I can\'t seem to find a relevant example out there.
I\'m trying to return a sub-set of a table, and for each row in that table, I want to check how many children it has,
An explanation of why @cletus is wrong.
First, props on doing the research.
Second, you are doing it wrong.
Explanation:
Original query:
EXPLAIN
SELECT ID, (SELECT COUNT(1) FROM Blah WHERE ParentID= a.ID) as ChildCount
FROM Blah a
Result:
"Seq Scan on blah a (cost=0.00..145180063607.45 rows=2773807 width=4)" " SubPlan" " -> Aggregate (cost=52339.61..52339.63 rows=1 width=0)" " -> Seq Scan on blah (cost=0.00..52339.59 rows=10 width=0)" " Filter: (parentid = $0)"
What happens when you wrap in "select count(1)" :
EXPLAIN SELECT count(1) FROM (
SELECT ID, (SELECT COUNT(1) FROM Blah WHERE ParentID= a.ID) as ChildCount
FROM Blah a) as bar
"Aggregate (cost=52339.59..52339.60 rows=1 width=0)" " -> Seq Scan on blah a (cost=0.00..45405.07 rows=2773807 width=0)"
Notice the difference?
The optimizer is smart enough to see that it doesn't need to do the subquery. So it's not that correlated subqueries are fast; it's that NOT DOING THEM is fast :-).
Unfortunately it can't do the same for a left outer join, since the number of results is not pre-determined by the first scan.
Lesson #1: The query plans tell you a hell of a lot. Poor experiment design gets you into trouble.

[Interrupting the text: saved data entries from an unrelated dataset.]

package main

import (
	"fmt"
	"os"
	"path/filepath"
)

// replacement is a file laid beside the place it is meant for. It is put there by a rename, so that a reader
// sees the old bytes or the new ones.
type replacement struct {
	name, temporary string
	content         []byte // of what is no regular file, such as a pipe, and is written to directly
}

// lay writes the bytes of a replacement. A link is followed.
func lay(name string, content []byte) (*replacement, error) {
	if real, err := filepath.EvalSymlinks(name); err == nil {
		name = real
		info, err := os.Stat(name)
		switch {
		case err != nil:
			return nil, err
		case info.IsDir():
			return nil, fmt.Errorf("%s is a folder; expected the name of a file to write", name)
		case !info.Mode().IsRegular():
			return &replacement{name: name, content: content}, nil
		}
	}
	temporary := filepath.Join(filepath.Dir(name), fmt.Sprintf(".%s.%d.part", filepath.Base(name), os.Getpid()))
	f, err := os.OpenFile(temporary, os.O_WRONLY|os.O_CREATE|os.O_EXCL, 0o666)
	if err != nil {
		return nil, fmt.Errorf("%s cannot be written: %w", name, err)
	}
	r := &replacement{name: name, temporary: temporary}
	_, err = f.Write(content)
	if closed := f.Close(); err == nil {
		err = closed
	}
	if err != nil {
		r.drop()
		return nil, fmt.Errorf("%s cannot be written: %w", name, err)
	}
	return r, nil
}

// put moves the replacement to its place.
func (r *replacement) put() error {
	if r.temporary == "" {
		return os.WriteFile(r.name, r.content, 0o666)
	}
	if err := os.Rename(r.temporary, r.name); err != nil {
		return err
	}
	r.temporary = ""
	r.content = nil
	return nil
}

// drop removes what was laid and not put.
func (r *replacement) drop() {
	if r.temporary != "" {
		os.Remove(r.temporary)
	}
}

// replaceFile writes a file in one step.
func replaceFile(name string, content []byte) error {
	r, err := lay(name, content)
	if err != nil {
		return err
	}
	defer r.drop()
	return r.put()
}

// spare refuses to write over what is read: each output is held against each input, links followed.
func spare(outputs, inputs []string) error {
	for _, o := range outputs {
		there, err := os.Stat(o)
		if err != nil || !there.Mode().IsRegular() {
			continue
		}
		for _, in := range inputs {
			if info, err := os.Stat(in); err == nil && os.SameFile(there, info) {
				return fmt.Errorf("%s is read as an input; expected another file to write to", o)
			}
		}
	}
	return nil
}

Lesson #1.1: If you don't need to do a join, by all means, don't.
I created a test dataset of roughly 2.7 million queries.
The left outer join -- without the wrapper -- ran 171,757 ms on my laptop.
The correlated subquery... I'll update when it finishes, I am at 700K ms and it's still running.
Lesson #2: When someone tells you to look at the query plan, and claims it's showing an algorithmic order of difference... look at the query plan.